Patten’s also reflective of the ways the last year has impacted communities of color disproportionately and often violently. Over the course of our conversation, she repeatedly states that she does not speak for people of color. But she won’t be leaving us to fight for our freedom alone.
“The danger in talking about this as a white person is I can come across as like, ‘Yeah, well, I’ve learned so, you know, now I’m the good white person.’ It’s not that at all. I’m still very much on the same plane as anybody. I’ve made a commitment to continuing to learn into showing up differently in spaces. That can’t go away for me and I hope that that’s happened for enough people that we can make a change in the spaces and in the institutions.”
In the context of the pandemic and the current wave of resistance against white supremacy, Sonya Tayeh’s work is a reminder that the task of imagining a different world and a more accessible and inclusive Broadway exceeds a lifetime. To speak with her is to remember that the process of healing is infinite.
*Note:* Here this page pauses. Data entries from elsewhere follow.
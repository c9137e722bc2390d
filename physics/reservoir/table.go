package reservoir

import (
	"math"
	"slices"

	"brinefront/physics/numeric"
)

// Table is a body whose answers were worked out once: cubics in the clock for the volume
// injected and the oil produced, exact in value and slope at their nodes. Rates are the
// slopes of those cubics, so that what has flowed is always the integral of what flows.
// Beyond its last node water alone flows, at the last rate.
type Table struct {
	clocks       []float64
	inflow, oils []numeric.Cell
	jumps        []float64 // clocks at which a rate jumps: arrivals of fronts
	arrival      float64
	Worst        float64 // largest error seen between nodes, as a part of the tolerance's measure
}

var _ Body = (*Table)(nil)

// furthest is the last node of a tabulated path, pore volumes.
const furthest = 1e5

// Tabulate works a path out, halving cells until the cubics meet the exact solution within
// tolerance a quarter, a half and three quarters of the way. Errors are in pore volumes, or
// as a part of the volume injected where that is more. Cells never straddle an arrival.
func (p Path) Tabulate(tolerance float64) *Table {
	stops, jumps := p.Flood.stops()
	t := &Table{arrival: p.Breakthrough()}
	for _, q := range jumps {
		t.jumps = append(t.jumps, p.Clock(q))
	}
	t.fill(stops, tolerance, func(q float64) (float64, Outflow) {
		s := p.after(q)
		return s.t, s.Outflow
	})
	return t
}

// table has T over the initial 1/lt for the volume injected, and Q for the clock.
func (f *Flood) table(tolerance float64) *Table {
	stops, _ := f.stops()
	t := &Table{arrival: f.Displacement.Breakthrough()}
	t.fill(stops, tolerance, func(q float64) (float64, Outflow) {
		r, spent, oil, share := f.at(q)
		return q, Outflow{Injected: spent / f.resistance.ahead, Rate: r / f.resistance.ahead, Oil: oil, OilRate: share}
	})
	return t
}

// stops are the volumes at which one wave ends or another begins, and those at which a
// front arrives, so that the cut jumps.
func (f *Flood) stops() (stops, jumps []float64) {
	stops = []float64{0}
	nodes := f.Displacement.Path()
	for i := len(nodes) - 1; i >= 0 && nodes[i].Xi > 1/furthest; i-- {
		q, outermost := 1/nodes[i].Xi, i == len(nodes)-1
		jump := i > 0 && nodes[i-1].Xi == nodes[i].Xi
		if jump {
			jumps = append(jumps, q)
		}
		if jump || outermost || i > 0 && nodes[i-1].S == nodes[i].S || nodes[i+1].S == nodes[i].S {
			stops = append(stops, q)
		}
	}
	return append(stops, furthest), jumps
}

// Tabulate works a bundle out as one body; see Path.Tabulate. Members must be tables.
// What is left out at most is what flows after the last of the given clock.
func (b Bundle) Tabulate(tolerance, last float64) *Table {
	t := &Table{arrival: b.Breakthrough()}
	for _, m := range b {
		for _, jump := range m.Body.(*Table).jumps {
			if x := jump / m.Pace; x < last {
				t.jumps = append(t.jumps, x)
			}
		}
	}
	slices.Sort(t.jumps)
	t.jumps = slices.Compact(t.jumps)
	t.fill(append(append([]float64{0}, t.jumps...), last), tolerance, func(x float64) (float64, Outflow) { return x, b.At(x) })
	return t
}

// knot is the exact state where the parameter of the work is x.
type knot struct {
	x, clock float64
	Outflow
}

// fill makes the cells between stops, at which rates may jump.
func (t *Table) fill(stops []float64, tolerance float64, exact func(float64) (float64, Outflow)) {
	at := func(x float64) knot {
		clock, o := exact(x)
		return knot{x, clock, o}
	}
	for i, end := range stops[1:] {
		if end <= stops[i] {
			continue
		}
		start, before := at(stops[i]), at(end)
		_, just := exact(end * (1 - 0x1p-50)) // on this side of a jump
		before.Rate, before.OilRate = just.Rate, just.OilRate
		t.refine(start, before, tolerance, 24, at)
	}
	t.clocks = append(t.clocks, t.inflow[len(t.inflow)-1].X1)
}

// refine adds the cell from a to b, or its parts.
func (t *Table) refine(a, b knot, tolerance float64, depth int, at func(float64) knot) {
	in := numeric.Cell{X0: a.clock, X1: b.clock, Y0: a.Injected, Y1: b.Injected, D0: a.Rate, D1: b.Rate}
	oil := numeric.Cell{X0: a.clock, X1: b.clock, Y0: a.Oil, Y1: b.Oil, D0: a.OilRate, D1: b.OilRate}
	if !(in.X1 > in.X0) {
		return
	}
	middle := a.x + (b.x-a.x)/2
	if b.x > 4*a.x && a.x > 0 {
		middle = math.Sqrt(a.x * b.x)
	}
	off := func(k knot) float64 {
		q, _ := in.Cubic(k.clock)
		n, _ := oil.Cubic(k.clock)
		return math.Max(math.Abs(q-k.Injected), math.Abs(n-k.Oil)) / math.Max(1, k.Injected)
	}
	half := at(middle)
	worst := off(half)
	if worst <= tolerance {
		worst = math.Max(worst, math.Max(off(at(a.x+(middle-a.x)/2)), off(at(middle+(b.x-middle)/2))))
	}
	if worst > tolerance && depth > 0 {
		t.refine(a, half, tolerance, depth-1, at)
		t.refine(half, b, tolerance, depth-1, at)
		return
	}
	t.Worst = math.Max(t.Worst, worst)
	t.clocks = append(t.clocks, in.X0)
	t.inflow, t.oils = append(t.inflow, in), append(t.oils, oil)
}

// At implements Body.
func (t *Table) At(clock float64) Outflow {
	last := len(t.clocks) - 1
	if clock >= t.clocks[last] {
		end := t.inflow[last-1]
		return Outflow{Injected: end.Y1 + (clock-end.X1)*end.D1, Oil: t.oils[last-1].Y1, Rate: end.D1}
	}
	i := numeric.Locate(t.clocks, clock)
	var o Outflow
	clock = math.Max(0, clock)
	o.Injected, o.Rate = t.inflow[i].Cubic(clock)
	o.Oil, o.OilRate = t.oils[i].Cubic(clock)
	return o
}

// Breakthrough implements Body.
func (t *Table) Breakthrough() float64 { return t.arrival }
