// boot.js is read first, by every browser there is: it keeps to the oldest
// script syntax, so that a browser too old for the rest can still say so. It
// looks what the browser can do, loads the other files of the folder, shows how
// far the start has come, and says in a sentence what went wrong. It computes
// nothing and knows nothing of what it starts.
//
// The programs travel in scripts because a page opened from a folder may not
// fetch; see programs.js for how they get out of them.
(function () {
  var root = document.documentElement;

  // In the order in which they run; they are downloaded side by side.
  var files = ["interface-program.js", "start.js", "engine-program.js", "engine.js", "plot.js"];

  // What the start is made of. Each step is worth the same on the bar: none is
  // timed, and the bar says what is done, not what it guesses.
  var steps = files.length + 3;
  var done = 0;
  var step = "Reading the files of this folder";
  var fault = "";

  function show() {
    root.className = fault ? "stopped" : "starting";
    var bar = document.getElementById("start-bar");
    if (!bar) {
      return; // the page is still being read, or the program has taken over
    }
    bar.value = done / steps;
    document.getElementById("start-step").firstChild.nodeValue = step;
    var sentence = document.getElementById("start-fault");
    if (fault && !sentence.firstChild) {
      sentence.appendChild(document.createTextNode(fault));
    }
  }

  // stop says why the page cannot go on. Only the first reason counts: others
  // follow from it.
  function stop(reason) {
    if (fault) {
      return;
    }
    fault = reason;
    show();
    if (!document.getElementById("start-fault") && document.body) {
      // The program had taken over the page: what it shows stays readable below.
      var sentence = document.createElement("p");
      sentence.id = "start-fault";
      sentence.setAttribute("role", "alert");
      sentence.style.cssText = "display: block; margin: 0; padding: .75rem 1rem; font: 1rem/1.5 system-ui, sans-serif; color: #fff; background: #8a2c20";
      sentence.appendChild(document.createTextNode(fault));
      document.body.appendChild(sentence);
      sentence.scrollIntoView();
    }
  }

  function missing(file) {
    stop("The file " + file + " of this folder did not load. Copy the whole folder again and reload the page.");
  }

  // what is absent in this browser that the programs cannot do without.
  function absent() {
    var needs = ["WebAssembly", "DecompressionStream", "Response", "Worker", "Blob", "URL", "Promise", "TextDecoder", "crypto", "BigInt"];
    for (var i = 0; i < needs.length; i++) {
      if (typeof self[needs[i]] === "undefined") {
        return needs[i];
      }
    }
    return "";
  }

  // Files that do not load report to the element that asked for them, and not
  // further up; a listener that captures hears of them all.
  window.addEventListener("error", function (event) {
    var element = event.target;
    var address = element && (element.src || element.href);
    if (address) {
      missing(address.slice(address.lastIndexOf("/") + 1));
    }
  }, true);

  document.addEventListener("DOMContentLoaded", show);

  var lacking = absent();
  if (lacking) {
    stop("This browser is too old to compute here (it has no " + lacking + "). Use Chromium, Chrome or Edge from version 103, Firefox from 113 or Safari from 16.4.");
    return;
  }

  // For the scripts that go on from here; nobody else needs it.
  self.brinefrontBoot = {
    // reached tells that one more step is done, and what comes next.
    reached: function (next) {
      done++;
      step = next;
      show();
    },
    stop: stop,
    // stopped tells whether something is wrong: nothing may start any more.
    stopped: function () { return fault !== ""; }
  };

  show();
  files.forEach(function (file) {
    var script = document.createElement("script");
    script.src = file;
    script.async = false; // run in order
    script.onload = function () { self.brinefrontBoot.reached(step); };
    document.head.appendChild(script);
  });
})();
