// Pictures: the only file family that knows the drawing library. The interface
// describes a picture as JSON (package plot) and names the element that holds it.
import { init, use } from "echarts/core";
import { CustomChart, LineChart, ScatterChart } from "echarts/charts";
import { GridComponent } from "echarts/components";
import { SVGRenderer } from "echarts/renderers";
import { controls } from "./plot/controls.js";
import { drawing, slid } from "./plot/drawing.js";
import { colours, darkScheme, light } from "./plot/palette.js";
import { pinList } from "./plot/pinlist.js";
import { found, pinned } from "./plot/pins.js";
import { attach } from "./plot/pointer.js";
import { savePNG, saveSVG } from "./plot/save.js";
import { slide } from "./plot/slide.js";
import { style } from "./plot/style.js";
import { settled, turn } from "./plot/turn.js";

use([LineChart, ScatterChart, CustomChart, GridComponent, SVGRenderer]);

const printedWidth = 640; // dots: the text area of A4 and of Letter, near enough; the page scales the rest
const printedHeight = 270; // so that two pictures and their words stand on a page
const plots = new Map(); // by holder
const kept = new Map(); // by holder: where the slider stands and what is pinned, while another sheet is looked at
let printing = false;

class Plot {
  constructor(holder) {
    style();
    this.holder = holder;
    this.state = { logX: false, logY: false, view: null, hidden: new Set(), at: null, pins: [], ...kept.get(holder.id) };
    this.figure = element("div", "plot-figure", { role: "img", tabindex: "0" });
    this.canvas = element("div", "plot-canvas", {});
    this.row = element("div", "plot-row", {});
    this.said = element("div", "plot-said plot-unseen", { "aria-live": "polite" });
    this.slideRow = element("div", "plot-slide", { role: "group", "aria-label": "Slider of the picture" });
    this.pinRows = element("ul", "plot-pins", { id: `${holder.id}-pins`, "aria-live": "polite", "aria-label": "Pinned readings" });
    this.hint = element("div", "plot-hint", { "aria-hidden": "true" });
    this.keys = element("div", "plot-unseen", { id: `${holder.id}-keys` });
    this.figure.setAttribute("aria-describedby", this.keys.id);
    this.figure.append(this.canvas, this.hint);
    const root = element("div", "plot", {});
    root.append(this.figure, this.keys, this.slideRow, this.pinRows, this.row, this.said);
    holder.replaceChildren(root);

    const act = {
      toggle: (id) => this.toggle(id),
      logX: () => this.change({ logX: !this.state.logX, view: null }),
      logY: () => this.change({ logY: !this.state.logY, view: null }),
      zoomIn: () => this.pointer.zoomIn(),
      whole: () => this.change({ view: null }),
    };
    this.updateRow = controls(this.row, act);
    this.slider = slide(this.slideRow, holder.id, { to: (value) => this.slideTo(value), rest: () => this.redraw() });
    this.updatePins = pinList(this.pinRows, (pin) => this.keepPins(this.state.pins.filter((p) => p !== pin)));
    this.pointer = attach({
      figure: this.figure,
      lay: () => this.newest().lay, labels: () => this.newest().labels, picture: () => this.picture, palette: () => this.palette,
      setView: (view) => this.change({ view }), toggle: act.toggle, say: (text) => { this.said.textContent = text; },
      pin: (line, index) => this.pin(line, index), pins: () => this.state.pins.length, unpin: () => this.keepPins([]),
    });
    // Size and style are asked for only when they may have changed: each question
    // makes the browser lay out the page, and a picture is redrawn at every keystroke.
    this.width = this.figure.clientWidth;
    this.watcher = new ResizeObserver(([entry]) => {
      const width = Math.floor(entry.contentRect.width);
      if (printing || width === this.width) return;
      this.width = width;
      this.show();
    });
    this.watcher.observe(this.figure);
    this.turn = turn(this.figure, () => this.redraw());
    this.restyle();
  }

  draw(json) {
    if (json === this.json) return;
    const picture = JSON.parse(json);
    if (picture.id !== this.picture?.id) {
      Object.assign(this.state, { logX: picture.x.log, logY: picture.y.log, view: null, hidden: new Set() });
    }
    const { slider } = this.picture ?? {};
    if (slider && picture.slider && slider.unit !== picture.slider.unit && this.state.at !== null) {
      // The same value told in another unit stands at the same part of the way.
      this.state.at = picture.slider.min + ((this.state.at - slider.min) / (slider.max - slider.min)) * (picture.slider.max - picture.slider.min);
    }
    this.state.pins = this.state.pins.map((pin) => found(pin, picture));
    this.json = json;
    this.picture = picture;
    this.instruct(picture.lines.some((l) => l.readings));
    this.figure.setAttribute("aria-label", `${picture.title}. ${picture.summary}`);
    this.pointer.leave();
    this.show();
  }

  // show draws what can be seen, and what is on the way to paper. Elsewhere only the
  // words are renewed, and the drawing awaits its turn; pins are words that hang on it.
  show() {
    if (printing || this.turn.inSight() || this.state.pins.length > 0) return this.redraw();
    if (!this.picture || this.width === 0) return;
    this.room();
    this.describe();
    this.turn.wait();
  }

  // newest is the drawing of the newest picture.
  newest() {
    if (this.turn.waits()) this.redraw();
    return this.drawn;
  }

  restyle() {
    this.palette = printing ? light : colours(this.holder);
    this.family = getComputedStyle(this.holder).fontFamily.replaceAll('"', "'");
  }

  change(part) {
    Object.assign(this.state, part);
    this.redraw();
  }

  // instruct says which keys there are.
  instruct(readable) {
    this.hint.textContent = `← → read   ${readable ? "Enter pin   " : ""}+ − zoom   Esc ${readable ? "clear" : "all"}`;
    this.keys.textContent = "Arrow keys read values, plus and minus zoom, Escape shows the whole picture." +
      (readable ? " Enter pins the point that is read, and takes a pin away; Escape takes all pins away first." : "");
  }

  // slideTo moves what moves, at most once a frame.
  slideTo(value) {
    this.state.at = value;
    this.keep();
    if (!this.newest()) return;
    this.frame ??= requestAnimationFrame(() => {
      this.frame = null;
      this.drawn = slid(this.newest(), this.picture, this.state, this.palette);
      this.chart.setOption(this.drawn.option);
    });
  }

  // pin keeps the readings of a point in sight, or lets go of them.
  pin(id, index) {
    const line = this.picture.lines.find((l) => l.id === id);
    const others = this.state.pins.filter((p) => p.line !== id || p.index !== index);
    const fresh = others.length === this.state.pins.length;
    this.keepPins(fresh ? [...others, pinned(line, index, this.picture)] : others);
  }

  keepPins(pins) {
    this.state.pins = pins;
    this.keep();
    this.redraw();
  }

  keep() {
    kept.set(this.holder.id, { at: this.state.at, pins: this.state.pins });
  }

  toggle(id) {
    const { hidden } = this.state;
    if (!hidden.delete(id)) hidden.add(id);
    this.redraw();
  }

  // room is the size the page gives now, and keeps it free.
  room() {
    const width = printing ? printedWidth : this.width;
    const height = printing ? printedHeight : Math.round(Math.min(420, Math.max(260, 0.58 * width)));
    if (height !== this.height) this.figure.style.height = `${height}px`;
    this.height = height;
    return { width, height };
  }

  // describe says what there is to see and to do.
  describe() {
    this.updateRow(this.picture, this.state, this.palette);
    this.slider.update(this.picture, this.state.at);
  }

  // redraw draws in the room there is; nothing while there is none.
  redraw() {
    this.turn.done();
    const { width, height } = this.room();
    if (!this.picture || width === 0) return;
    cancelAnimationFrame(this.frame); // what is drawn here is newer
    this.frame = null;
    this.drawn = drawing(this.picture, this.state, width, height, this.family, this.palette);
    this.chart ??= init(this.canvas, null, { renderer: "svg", width, height });
    if (this.size !== `${width} ${height}`) {
      this.size = `${width} ${height}`;
      this.chart.resize({ width, height });
      // A picture that is scaled, as on paper, keeps its proportions.
      this.canvas.querySelector("svg").setAttribute("viewBox", `0 0 ${this.size}`);
    }
    const structure = this.drawn.option.series.map((s) => s.type + s.id).join();
    this.chart.setOption(this.drawn.option, structure === this.structure ? {} : { notMerge: true });
    this.structure = structure;
    this.describe();
    this.updatePins(this.state.pins, this.drawn.lay, this.picture);
  }

  async save(format, name) {
    if (format === "svg") return saveSVG(this.picture, this.state, this.family, name);
    if (format === "png") return savePNG(this.picture, this.state, this.family, name);
    throw new Error(`a picture cannot be saved as ${format}; svg and png are possible`);
  }

  forget() {
    this.watcher.disconnect();
    this.turn.stop();
    this.slider.stop();
    cancelAnimationFrame(this.frame);
    this.chart?.dispose();
  }
}

function element(tag, name, attributes) {
  const e = document.createElement(tag);
  e.className = name;
  for (const [k, v] of Object.entries(attributes)) e.setAttribute(k, v);
  return e;
}

function redrawAll() {
  for (const plot of plots.values()) {
    plot.restyle();
    plot.show();
  }
}

darkScheme.addEventListener("change", redrawAll);
addEventListener("beforeprint", () => { printing = true; redrawAll(); });
addEventListener("afterprint", () => { printing = false; redrawAll(); });

self.brinefrontPlot = {
  // draw shows a picture in the element with this id, at once where it is in sight; the
  // same again costs nothing.
  draw(holderId, json) {
    const holder = document.getElementById(holderId);
    if (!holder) throw new Error(`the page has no place called ${holderId} for a picture`);
    let plot = plots.get(holderId);
    if (plot?.holder !== holder || !holder.contains(plot.figure)) {
      for (const [id, old] of plots) {
        if (id === holderId || old.holder === holder || !old.holder.isConnected) self.brinefrontPlot.forget(id);
      }
      plot = new Plot(holder);
      plots.set(holderId, plot);
    }
    plot.draw(json);
  },
  forget(holderId) {
    plots.get(holderId)?.forget();
    plots.delete(holderId);
  },
  save(holderId, format, name) {
    const plot = plots.get(holderId);
    if (!plot) throw new Error(`no picture is drawn in ${holderId}`);
    return plot.save(format, name);
  },
  // settled reports whether all that is in sight is drawn.
  settled,
  // theme reads the page's colours anew, after the page changed them by itself.
  theme: redrawAll,
};
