package reservoir

import (
	"math"
	"slices"

	"brinefront/physics/relperm"
)

// Stratum is a layer as the piston-like and the vertically averaged methods see it: all of
// it either before the front or behind it.
type Stratum struct {
	Thickness, Permeability, Porosity float64       // m, m2, fraction; all > 0
	Before, After                     float64       // water saturation ahead of the front and behind it
	Ahead, Behind                     relperm.Point // kr in the two states
}

// Capacity is k h, and Storage the displaceable phi h (After - Before).
func (s Stratum) Capacity() float64 { return s.Permeability * s.Thickness }
func (s Stratum) Storage() float64  { return s.Porosity * s.Thickness * (s.After - s.Before) }

// Fastest sorts layers by the speed of their fronts at unit mobility ratio,
// k/(phi (After - Before)), the fastest first.
func Fastest(layers []Stratum) []Stratum {
	sorted := slices.Clone(layers)
	slices.SortStableFunc(sorted, func(a, b Stratum) int {
		switch x, y := a.Capacity()/a.Storage(), b.Capacity()/b.Storage(); {
		case x > y:
			return -1
		case x < y:
			return 1
		}
		return 0
	})
	return sorted
}

// Equilibrium returns curves for layers in vertical equilibrium: flow across the layers is
// free, so that the pressure gradient is the same in all of them and they fill one after
// the other, in the order given. With n layers filled,
//
//	S = sum phi h Sw/sum phi h,  krw = sum k h krw/sum k h,  kro = sum k h kro/sum k h
//
// over filled layers behind the front and the others ahead of it; while one fills, all
// three go in straight lines. krw and kro refer to sum k h/sum h.
//
// The order is that of the fronts where the rate decides (Fastest), or upwards from the
// lowest layer where gravity does. Errors are those of relperm.NewTable.
//
// Source: Hearn (1971), pseudo relative permeability of a stratified bed; Dake (1978), ch. 10.
func Equilibrium(layers []Stratum) (relperm.Table, error) {
	n := len(layers)
	sw, krw, kro := make([]float64, n+1), make([]float64, n+1), make([]float64, n+1)
	capacity, pores := 0.0, 0.0
	for _, l := range layers {
		capacity += l.Capacity()
		pores += l.Porosity * l.Thickness
	}
	for filled := range n + 1 {
		for i, l := range layers {
			s, kr := l.Before, l.Ahead
			if i < filled {
				s, kr = l.After, l.Behind
			}
			sw[filled] += l.Porosity * l.Thickness * s / pores
			krw[filled] += l.Capacity() * kr.Krw / capacity
			kro[filled] += l.Capacity() * kr.Kro / capacity
		}
		if filled > 0 { // against the last digit
			krw[filled] = math.Max(krw[filled], krw[filled-1])
			kro[filled] = math.Min(kro[filled], kro[filled-1])
		}
	}
	return relperm.NewTable(sw, krw, kro, relperm.StraightLine)
}

// Stiles returns, for the moment in which each layer is the latest to be flooded through,
// fastest first, the part of the displaceable volume that is swept and the water cut at
// reservoir conditions:
//
//	coverage = sum phi h dS min(1, r/rn)/sum phi h dS,  r = k/(phi dS)
//	fw = M C/(M C + (Ct - C))
//
// with C the capacity flooded through, Ct all of it and M = (krw/muw)/(kro/muo). Fronts keep
// to their first ratio of speeds, whatever M is; M counts in what the layers yield only.
//
// Source: Stiles (1949), as in the Standard Handbook of Petroleum and Natural Gas
// Engineering, vol. 2, table 5-43, with the layers' own porosities and saturations.
func Stiles(layers []Stratum, mobilityRatio float64) (coverage, cut []float64) {
	sorted := Fastest(layers)
	capacity, storage := 0.0, 0.0
	for _, l := range sorted {
		capacity += l.Capacity()
		storage += l.Storage()
	}
	through := 0.0
	for n, latest := range sorted {
		through += latest.Capacity()
		swept := 0.0
		for i, l := range sorted {
			part := 1.0
			if i > n {
				part = math.Min(1, l.Capacity()/l.Storage()*latest.Storage()/latest.Capacity())
			}
			swept += l.Storage() * part
		}
		rest := capacity - through
		if n == len(sorted)-1 {
			rest = 0
		}
		coverage = append(coverage, swept/storage)
		cut = append(cut, mobilityRatio*through/(mobilityRatio*through+rest))
	}
	return coverage, cut
}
“The patterns don’t work, they divide. They cause friction and separation. The further away we go, the less we will understand each other.”
As a Palestinian, Lebanese, Muslim, and queer artist, Tayeh wants to make sure that she has a reflection in the room, in a very tangible way that also includes ignoring gender constraints when hiring associates for her projects, including Moulin Rouge!: “Why are we so focused on these labels, when you do that, you pull half a page off the list of possibilities. What are you afraid of?”
This is why she remains inspired by the up-and-coming queer and POC artists making names for themselves, a bold new class of dancers and choreographers whom she frequently collaborates with and mentors.
From an outsider’s perspective, it’s easy to only think of Lauren Patten and Sonya Tayeh’s accolades and accomplishments. But what brought them to this apex was their humanity, honesty, empathy, and ability to empower those around them to love themselves and speak their truth. It’s Patten and Tayeh’s tenacity that solidifies them as formidable queer artists eager to shift long-held perceptions that, quite frankly, have no place on Broadway.
In late 2019, before we all entered lockdown, I saw Patten in Jagged Little Pill. Interviewing her now, she leaves me with a question that stays with me long after speaking with her, much like the staying power of her presence in the show, except this one doesn’t have me stifling sobs. Instead, she asks how do we bring that kind of experience that we have in the theater — as connection and hope and empathy — into our lives, “because it has to be there too.”
That unwavering belief that Sonya Tayeh and Lauren Patten have in themselves, and the swings they’re taking in an effort to broaden our perspective of what theater can do, is galvanizing. They’re proving that regardless of whatever the future of Broadway or the Tony Awards holds, to make Broadway truly inclusive for marginalized people like us, you don’t ask for permission and don’t seek forgiveness — you have to simply exist.